Exercise: What is needed is every line of the material that contains "inThread".

++++++

function finishSkill(
  skill: Skill,
  forecasts: readonly HindcastYear[],
  event: FixedEvent,
  test: { pValue: number | null; reason?: string },
  permutations: number,
  blockYears: number,
  resamples: number,
  seed: number,
  streams: readonly [number, number],
  scoreCategories: boolean,
): Skill {
  const verdict = skillVerdict(skill.brierSkillScore, test.pValue, test.pValue === null ? test.reason : undefined);
  const scored: ScoredYear[] = forecasts.map((forecast) => ({
    probability: forecast.probability,
    reference: event.baseRate,
    fireYear: forecast.fireYear,
    rps: scoreCategories ? rankedProbabilityScore(forecast.categoryProbabilities, forecast.observedCategory) : Number.NaN,
    rpsReference: scoreCategories ? rankedProbabilityScore(event.shares, forecast.observedCategory) : Number.NaN,
  }));
  const intervals =
    skill.brierSkillScore === null || resamples <= 0
      ? null
      : skillIntervals(scored, blockYears, resamples, streamOf(seed, streams[0]), scoreCategories);
  const corp =
    forecasts.length === 0
      ? null
      : corpReliability(
          forecasts.map((forecast) => forecast.probability),
          forecasts.map((forecast) => forecast.fireYear),
          streamOf(seed, streams[1]),
          // 95% like every other interval in the outlook (the CORP paper's own default is 90%).
          { resamples: Math.max(0, resamples), level: 0.95 },
        );
  return {
    ...skill,
    hasSkill: verdict.hasSkill,
    verdict: verdict.text,
    skillPValue: test.pValue,
    ...(test.reason === undefined ? {} : { skillPValueReason: test.reason }),
    // The shuffles actually behind skillPValue: none when the test was not run.
    permutations: test.pValue === null ? 0 : permutations,
    permutationBlockYears: Math.max(1, Math.min(blockYears, event.fire.length)),
    intervals,
    ...(intervals === null ? { intervalsReason: skill.brierSkillScore === null ? "the scores could not be computed" : "no bootstrap resamples were asked for" } : {}),
    corp,
    ...(corp === null ? { corpReason: "no hindcast years" } : {}),
  };
}

/**
 * Scores a list of hindcast forecasts against the fixed climatology of `event` (see {@link runHindcast}).
 * With `scoreCategories` false (the curve rule, which forecasts only high-fire years) the RPS scores are null.
 * The verdict here is provisional ("No skill shown"): runHindcast replaces it once the permutation test has run.
 */
export function scoreHindcast(
  forecasts: readonly HindcastYear[],
  exclusion: number,
  event: Pick<FixedEvent, "baseRate" | "shares">,
  scoreCategories = true,
): Skill {
  const outcomes = forecasts.map((forecast) => forecast.fireYear);
  const probabilities = forecasts.map((forecast) => forecast.probability);
  const events = outcomes.filter(Boolean).length;
  const reference = { fireYear: event.baseRate, categories: event.shares, rule: REFERENCE_RULE };
  const rpssReason = scoreCategories ? undefined : "the curve rule forecasts only high-fire years; its below/near/above odds are the phase rule's";
  if (forecasts.length < 10 || events === 0 || events === forecasts.length) {
    const reason =
      forecasts.length < 10
        ? `only ${forecasts.length} hindcast years`
        : events === 0
          ? "no fire year among the hindcast years"
          : "every hindcast year was a fire year";
    const verdict = skillVerdict(null, null);
    return {
      years: forecasts.length,
      exclusion,
      brierScore: null,
      brierScoreClimatology: null,
      brierSkillScore: null,
      rps: null,
      rpsClimatology: null,
      rpss: null,
      rpsForm: RPS_FORM,
      rocArea: null,
      rocStandardError: null,
      rocCurve: [],
      reliability: [],
      hasSkill: false,
      verdict: verdict.text,
      rule: SKILL_RULE,
      forecasts,
      reason,
      reference,
      ...(rpssReason === undefined ? {} : { rpssReason }),
    };
  }
  const finite = (value: number): number | null => (Number.isFinite(value) ? value : null);
  const bs = brierScore(probabilities, outcomes);
  const bsClimatology = brierScore(
    forecasts.map(() => event.baseRate),
    outcomes,
  );
  const bss = brierSkillScore(bs, bsClimatology);
  let rps: number | null = null;
  let rpsClimatology: number | null = null;
  let rpss: number | null = null;
  if (scoreCategories) {
    const mean = (values: readonly number[]) => values.reduce((sum, value) => sum + value, 0) / values.length;
    const forecastScore = mean(forecasts.map((forecast) => rankedProbabilityScore(forecast.categoryProbabilities, forecast.observedCategory)));
    const referenceScore = mean(forecasts.map((forecast) => rankedProbabilityScore(event.shares, forecast.observedCategory)));
    rps = finite(forecastScore);
    rpsClimatology = finite(referenceScore);
    rpss = finite(rankedProbabilitySkillScore(forecastScore, referenceScore));
  }
  const roc = rocArea(probabilities, outcomes);
  const curve = rocCurve(probabilities, outcomes).map((point) => ({ falseAlarmRate: point.falseAlarmRate, hitRate: point.hitRate }));
  const verdict = skillVerdict(null, null);
  return {
    years: forecasts.length,
    exclusion,
    brierScore: finite(bs),
    brierScoreClimatology: finite(bsClimatology),
    brierSkillScore: finite(bss),
    rps,
    rpsClimatology,
    rpss,
    rpsForm: RPS_FORM,
    rocArea: finite(roc.area),
    rocStandardError: finite(roc.standardError),
    rocCurve: curve,
    reliability: reliabilityTable(probabilities, outcomes),
    hasSkill: false,
    verdict: verdict.text,
    rule: SKILL_RULE,
    forecasts,
    reference,
    ...(rpssReason === undefined ? {} : { rpssReason }),
  };
}
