/** Write the 4× region (see the header comment) into `folder`; returns its path. */
function scaleRegion(source, folder) {
  const region = JSON.parse(readFileSync(join(source, "region.json"), "utf8"));
  const sites = readCsv(join(source, "fire-sites.csv"));
  const events = readCsv(join(source, "fire-events.csv"));
  const firstYear = Math.min(...sites.rows.map((row) => Number(row[3])));
  const lastYear = Math.max(...sites.rows.map((row) => Number(row[4])), ...events.rows.map((row) => Number(row[1])));
  const span = lastYear - firstYear + 1;
  const siteRows = [];
  const eventRows = [];
  for (const copy of ["", "B"]) {
    for (const [id, latitude, longitude, first, last, ...rest] of sites.rows) {
      const name = rest.length > 0 ? [`${rest.join(",")}${copy === "" ? "" : " B"}`] : [];
      siteRows.push([`${id}${copy}`, (Number(latitude) + (copy === "" ? 0 : 1)).toFixed(4), longitude, Number(first) - span, last, ...name].join(","));
    }
    for (const [id, year] of events.rows) {
      eventRows.push(`${id}${copy},${Number(year) - span}`);
      eventRows.push(`${id}${copy},${year}`);
    }
  }
  writeFileSync(join(folder, "fire-sites.csv"), `${sites.header}\n${siteRows.join("\n")}\n`);
  writeFileSync(join(folder, "fire-events.csv"), `${events.header}\nS\n`.replace("S\n", `${eventRows.join("\n")}\n`));
  const indexFiles = new Set(Object.values(region.indices).map((index) => index.file));
  for (const file of indexFiles) {
    const table = readCsv(join(source, file));
    const earlier = table.rows.map(([year, ...values]) => [Number(year) - span, ...values].join(","));
    const later = table.rows.map((row) => row.join(","));
    writeFileSync(join(folder, file), `${table.header}\n${[...earlier, ...later].join("\n")}\n`);
  }
  if (region.fireRecord.modern !== undefined) writeFileSync(join(folder, region.fireRecord.modern), readFileSync(join(source, region.fireRecord.modern)));
  region.name = `${region.name} ×4 (bench)`;
  if (region.calibration) region.calibration = { first: region.calibration.first - span, last: region.calibration.last };
  writeFileSync(join(folder, "region.json"), `${JSON.stringify(region, null, 2)}\n`);
  return { folder, sites: siteRows.length, years: `${firstYear - span}–${lastYear}` };
}
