describe("firephase brief <region> <region> <region> (one browser, an overview)", () => {
  it("briefs the two good regions, reports the bad one with its file:line problem, writes the overview and exits 1", async () => {
    const out = join(work, "out"); // not there yet: --out-dir makes it
    const run = await runInProcess(["brief", north, bad, south, "--out-dir", out, "--no-keep", "--issued", ISSUED, "--values", values[0] as string]);
    expect(run.code).toBe(1);
    const names = overviewNames(2027, ISSUED);
    expect(readdirSync(out).sort()).toEqual(["briefing-north-2027-2027-03-10.pdf", names.csv, names.pdf, "briefing-south-2027-2027-03-10.pdf"].sort());
    expect(run.stdout.trim().split("\n")).toEqual([
      join(out, "briefing-north-2027-2027-03-10.pdf"),
      join(out, "briefing-south-2027-2027-03-10.pdf"),
      join(out, names.pdf),
      join(out, names.csv),
    ]);
    // One progress line per region; the bad one with its problem as `brief bad` prints it.
    expect(run.stderr).toMatch(/\[1\/3\] .*north: briefing-north-2027-2027-03-10\.pdf, \d+ pages/);
    expect(run.stderr).toMatch(/\[3\/3\] .*south: briefing-south-2027-2027-03-10\.pdf, \d+ pages/);
    expect(run.stderr).toContain(`[2/3] ${bad}: failed (1 problem):`);
    expect(run.stderr).toContain(`${join(bad, "fire-sites.csv")}:4: latitude must be between -90 and 90`);
    expect(run.stderr).toContain("2 of 3 regions briefed; 1 failed");

    // The overview's numbers are each region's `outlook --json` numbers, to the last digit.
    const outlooks = await runInProcess(["outlook", north, south, "--json", "--issued", ISSUED, "--values", values[0] as string]);
    expect(outlooks.code).toBe(0);
    const lines = outlooks.stdout.trimEnd().split("\n");
    expect(lines).toHaveLength(2);
    const json = lines.map((line) => JSON.parse(line) as { region: { name: string }; fireYear: { estimate: number; lower: number; upper: number; basis: string }; baseRate: { estimate: number; lower: number; upper: number }; hindcast: { verdict: string; hasSkill: boolean } });
    const skills = json.map((outlook) => overviewSkill(outlook));
    expect(lines[0]).toBe(jsonLine(json[0]).trimEnd()); // one compact object per line
    const [header, ...rows] = parseCsv(readFileSync(join(out, names.csv), "utf8"));
    const column = (name: string): number => (header ?? []).indexOf(name);
    expect(rows).toHaveLength(3);
    const byFolder = new Map(rows.map((row) => [row[column("folder")], row]));
    for (const [folder, outlook] of [[north, json[0]], [south, json[1]]] as const) {
      const row = byFolder.get(folder) ?? [];
      expect(row[column("region")]).toBe(outlook?.region.name);
      expect(Number(row[column("chance")])).toBe(outlook?.fireYear.estimate);
      expect(Number(row[column("chance_lower")])).toBe(outlook?.fireYear.lower);
      expect(Number(row[column("chance_upper")])).toBe(outlook?.fireYear.upper);
      expect(Number(row[column("base_rate")])).toBe(outlook?.baseRate.estimate);
      expect(Number(row[column("base_rate_lower")])).toBe(outlook?.baseRate.lower);
      expect(Number(row[column("base_rate_upper")])).toBe(outlook?.baseRate.upper);
      expect(row[column("skill_verdict")]).toBe(outlook?.hindcast.verdict);
      expect(row[column("skill")]).toBe(overviewSkill(outlook));
      expect(row[column("season")]).toBe("2027");
      expect(row[column("issued")]).toBe(ISSUED);
      expect(row[column("basis")]).toBe(outlook?.fireYear.basis);
      expect(row[column("status")]).toBe("briefed");
    }
    // Sorted by odds, highest first; the failed region last, with its problem.
    const chances = rows.slice(0, 2).map((row) => Number(row[column("chance")]));
    expect(chances[0]).toBeGreaterThan(chances[1] as number);
    expect(rows[2]?.[column("status")]).toBe("failed");
    expect(rows[2]?.[column("problem")]).toContain("fire-sites.csv:4: latitude must be between -90 and 90");

    // The overview PDF: one page, the regions in order, the cautions.
    const pages = await pdfPageTexts(new Uint8Array(readFileSync(join(out, names.pdf))));
    expect(pages).toHaveLength(1);
    const text = flatText(pages).replace(/\s+/g, " ");
    expect(text).toContain("not an official forecast");
    expect(text).toContain("Not a substitute for official agency seasonal outlooks");
    expect(text).toContain("Never a basis for tactical decisions on an incident, for evacuation decisions");
    const first = rows[0]?.[column("region")] ?? "";
    const second = rows[1]?.[column("region")] ?? "";
    expect(text.indexOf(first)).toBeGreaterThan(-1);
    expect(text.indexOf(first)).toBeLessThan(text.indexOf(second));
    expect(text).toContain("Not briefed");
    // The hindcast column is the short verdict, never the verdict sentence cut off.
    for (const skill of skills) expect(["Some skill", "No skill", "Not tested", "Too little data", "Does not apply"]).toContain(skill);
    for (const skill of skills) expect(text).toContain(`${skill}`);
    expect(text).not.toContain("…");
    expect(text).not.toContain(json[0]?.hindcast.verdict.slice(0, 60));
    // Dated as the single briefings are: long issue date, the moment made in UTC, the footer.
    expect(text).toContain("Issued 10 March 2027 for the 2027 fire season");
    expect(text).toMatch(/2 regions briefed, 1 not briefed · Made \d{1,2} [A-Z][a-z]+ \d{4}, \d{2}:\d{2} UTC with firephase /);
    expect(text).not.toMatch(/\d{4}-\d{2}-\d{2}T\d{2}:/);
    expect(text).toContain("Overview of 3 regions · fire-season outlook 2027 · Issued 10 March 2027");
    expect(text).not.toContain("Regions were issued on different dates");
  }, 180_000);

  it("gives the same overview when worker threads compute the regions (the built CLI, FIREPHASE_THREADS=2)", async () => {
    buildOnce();
    const inThread = join(work, "out");
    const threaded = join(work, "out-threads");
    mkdirSync(threaded);
    // Without --no-keep: each region keeps its outlook in its own issued/ folder, as `brief <region>` does.
    const run = runBuilt(["brief", north, bad, south, "--out-dir", threaded, "--issued", ISSUED, "--values", values[0] as string], { FIREPHASE_THREADS: "2" });
    expect(run.code).toBe(1);
    for (const folder of [north, south]) {
      const kept = JSON.parse(readFileSync(join(folder, "issued", "2027-2027-03-10.json"), "utf8")) as { schema: string; issued: string };
      expect([kept.schema, kept.issued]).toEqual(["firephase.outlook/1", ISSUED]);
    }
    expect(readdirSync(bad)).not.toContain("issued");
    expect(readdirSync(threaded).sort()).toEqual(readdirSync(inThread).sort());
    const names = overviewNames(2027, ISSUED);
    const withoutPdf = (folder: string): string[][] => {
      const [header, ...rows] = parseCsv(readFileSync(join(folder, names.csv), "utf8"));
      const pdf = (header ?? []).indexOf("pdf");
      expect(pdf).toBeGreaterThan(-1);
      return [header ?? [], ...rows].map((row) => row.filter((_, i) => i !== pdf));
    };
    expect(withoutPdf(threaded)).toEqual(withoutPdf(inThread));
    expect(run.stderr).toContain(`[2/3] ${bad}: failed (1 problem):`);
  }, 240_000);

  it("refuses --out and --html with several regions, a region given twice and two folders of one name (exit 2, no browser)", async () => {
    const context = { cwd: work, today: new Date(2027, 2, 10), env: { PATH: process.env.PATH } };
    await expect(runBriefBatch([north, south], { out: "x.pdf" }, context)).rejects.toThrow(/--out names one PDF: with several regions give --out-dir/);
    await expect(runBriefBatch([north, south], { html: "x.html" }, context)).rejects.toThrow(UsageError);
    await expect(runBriefBatch([north, join(work, ".", "north")], {}, context)).rejects.toThrow(/given twice/);
    mkdirSync(join(work, "other", "north"), { recursive: true });
    await expect(runBriefBatch([north, join(work, "other", "north")], {}, context)).rejects.toThrow(/the same folder name north/);
    const run = await runInProcess(["brief", north, south, "--out", "x.pdf"]);
    expect(run.code).toBe(2);
    expect(run.stderr).toContain("firephase: --out names one PDF");
  });

  it("makes a missing --out-dir with its parents before any work (one region too), and says what is in the way when it cannot (exit 2)", async () => {
    const nested = join(work, "made", "2027", "march");
    const run = await runInProcess(["brief", north, south, "--out-dir", nested, "--no-keep", "--issued", ISSUED, "--browser", "/bin/false"]);
    expect(run.code).toBe(2); // the browser fails, after the folder was made
    expect(readdirSync(nested)).toEqual([]);
    const single = join(work, "made-single", "a", "b");
    const one = await runInProcess(["brief", north, "--out-dir", single, "--no-keep", "--issued", ISSUED, "--browser", "/bin/false"]);
    expect(one.code).toBe(2);
    expect(readdirSync(single)).toEqual([]);

    const file = join(work, "a-file");
    writeFileSync(file, "not a folder\n");
    for (const [outDir, blocking] of [
      [file, file],
      [join(file, "sub", "deeper"), file],
    ] as const) {
      for (const regionsGiven of [[north, south], [north]]) {
        const refused = await runInProcess(["brief", ...regionsGiven, "--out-dir", outDir, "--no-keep", "--issued", ISSUED]);
        expect(refused.code, outDir).toBe(2);
        expect(refused.stderr).toBe(`firephase: --out-dir: cannot make the folder ${outDir}: ${blocking} is not a folder (a file is in the way)\n(run firephase brief --help for usage)\n`);
      }
    }
    // Written as typed: a relative folder is named relative.
    await expect(runBriefBatch([north, south], { outDir: join("a-file", "x") }, { cwd: work, today: new Date(2027, 2, 10), env: { PATH: process.env.PATH } })).rejects.toThrow(
      new UsageError(`--out-dir: cannot make the folder ${join("a-file", "x")}: a-file is not a folder (a file is in the way)`),
    );
    // No permission cannot be staged for a test run as root; the words for it:
    expect(outDirProblem(Object.assign(new Error("EACCES: permission denied"), { code: "EACCES" }), { shown: "/srv/fire", isFolder: true })).toBe("no permission to make folders in /srv/fire");
    expect(outDirProblem(Object.assign(new Error("EROFS"), { code: "EROFS" }), { shown: "/mnt", isFolder: true })).toBe("the file system is read-only");
  }, 60_000);

  it("says so plainly when the regions were issued on different dates and for different seasons (CSV: each row's season and issue date)", async () => {
    // Dates from each region's own region.json: east keeps 2027-03-10 and names the 2028 season; west is issued today, 2027-03-15.
    const east = join(work, "dates", "east");
    const west = join(work, "dates", "west");
    cpSync(north, east, { recursive: true });
    cpSync(north, west, { recursive: true });
    rmSync(join(east, "issued"), { recursive: true, force: true });
    rmSync(join(west, "issued"), { recursive: true, force: true });
    const region = JSON.parse(readFileSync(join(east, "region.json"), "utf8")) as Record<string, unknown>;
    writeFileSync(join(east, "region.json"), JSON.stringify({ ...region, name: "East Bench", outlook: { issued: "2027-03-10", season: 2028 } }));
    writeFileSync(join(west, "region.json"), JSON.stringify({ ...region, name: "West Bench" }));
    const out = join(work, "dates", "out");
    const result = await runBriefBatch([east, west], { outDir: out, keep: false, values: values[0] as string }, { cwd: work, today: new Date(2027, 2, 15), env: { PATH: process.env.PATH } });
    expect(result.failed).toBe(0);
    // The overview is named after the first region briefed.
    expect(result.overviewPdf).toBe(join(out, overviewNames(2028, "2027-03-10").pdf));
    const [header, ...rows] = parseCsv(readFileSync(result.overviewCsv ?? "", "utf8"));
    const column = (name: string): number => (header ?? []).indexOf(name);
    const byName = new Map(rows.map((row) => [row[column("region")], row]));
    expect([byName.get("East Bench")?.[column("season")], byName.get("East Bench")?.[column("issued")]]).toEqual(["2028", "2027-03-10"]);
    expect([byName.get("West Bench")?.[column("season")], byName.get("West Bench")?.[column("issued")]]).toEqual(["2027", "2027-03-15"]);
    const text = flatText(await pdfPageTexts(new Uint8Array(readFileSync(result.overviewPdf ?? "")))).replace(/\s+/g, " ");
    expect(text).toContain("Regions were issued on different dates: 10 March 2027 (East Bench); 15 March 2027 (West Bench).");
    expect(text).toContain("The regions' fire seasons differ: 2027 (West Bench); 2028 (East Bench).");
    expect(text).toContain("Issued on 2 different dates, 10 March 2027 to 15 March 2027 for the 2027 and 2028 fire seasons");
    expect(text).toContain("Issued 15 March 2027 2027 season"); // each row's own, under its name
    expect(text).toContain("Issued 10 March 2027 2028 season");
  }, 120_000);

  it("stops with exit 2 and one clear message when the browser cannot start (--browser /bin/false)", async () => {
    const out = join(work, "out-false");
    mkdirSync(out);
    const run = await runInProcess(["brief", north, south, "--out-dir", out, "--no-keep", "--issued", ISSUED, "--browser", "/bin/false"]);
    expect(run.code).toBe(2);
    expect(run.stderr).toContain("firephase: could not start the browser /bin/false (it exited with code 1 before it was ready): choose another with --browser PATH or FIREPHASE_BROWSER");
    expect(run.stderr).not.toMatch(/https?:\/\//);
    expect(run.stderr).not.toContain("internal error");
    expect(readdirSync(out)).toEqual([]);
  }, 60_000);
});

++++++

Solved exercise:
    const inThread = join(work, "out");
    expect(readdirSync(threaded).sort()).toEqual(readdirSync(inThread).sort());
    expect(withoutPdf(threaded)).toEqual(withoutPdf(inThread));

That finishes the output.